Restate the data that follows exactly as it stands, beginning with the first line and ending with the line that contains "describe, expect, it".

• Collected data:
---

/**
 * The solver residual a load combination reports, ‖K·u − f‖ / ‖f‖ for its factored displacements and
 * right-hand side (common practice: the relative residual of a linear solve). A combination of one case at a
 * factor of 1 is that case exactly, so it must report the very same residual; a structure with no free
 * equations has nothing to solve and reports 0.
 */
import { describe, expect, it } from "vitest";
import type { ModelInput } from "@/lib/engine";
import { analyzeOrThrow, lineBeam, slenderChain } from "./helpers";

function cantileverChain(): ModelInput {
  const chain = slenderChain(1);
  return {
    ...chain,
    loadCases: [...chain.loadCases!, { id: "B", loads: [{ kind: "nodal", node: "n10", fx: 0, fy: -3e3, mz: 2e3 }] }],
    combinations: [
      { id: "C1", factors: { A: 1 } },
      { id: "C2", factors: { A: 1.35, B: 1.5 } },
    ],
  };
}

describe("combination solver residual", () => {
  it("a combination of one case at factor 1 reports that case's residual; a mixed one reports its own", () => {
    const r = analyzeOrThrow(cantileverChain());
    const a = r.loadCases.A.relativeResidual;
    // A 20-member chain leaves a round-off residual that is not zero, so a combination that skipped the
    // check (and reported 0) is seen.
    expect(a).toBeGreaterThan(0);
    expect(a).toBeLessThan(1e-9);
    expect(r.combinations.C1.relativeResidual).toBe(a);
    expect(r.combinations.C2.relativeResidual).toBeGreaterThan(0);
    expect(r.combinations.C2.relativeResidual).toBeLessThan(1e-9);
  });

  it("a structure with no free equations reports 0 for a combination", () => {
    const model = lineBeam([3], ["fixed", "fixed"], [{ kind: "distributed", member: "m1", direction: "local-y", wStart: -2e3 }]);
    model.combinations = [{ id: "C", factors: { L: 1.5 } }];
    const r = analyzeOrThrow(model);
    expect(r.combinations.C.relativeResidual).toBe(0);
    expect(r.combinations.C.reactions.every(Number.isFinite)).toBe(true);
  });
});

---

• Result below:
/**
 * The solver residual a load combination reports, ‖K·u − f‖ / ‖f‖ for its factored displacements and
 * right-hand side (common practice: the relative residual of a linear solve). A combination of one case at a
 * factor of 1 is that case exactly, so it must report the very same residual; a structure with no free
 * equations has nothing to solve and reports 0.
 */
import { describe, expect, it } from "vitest";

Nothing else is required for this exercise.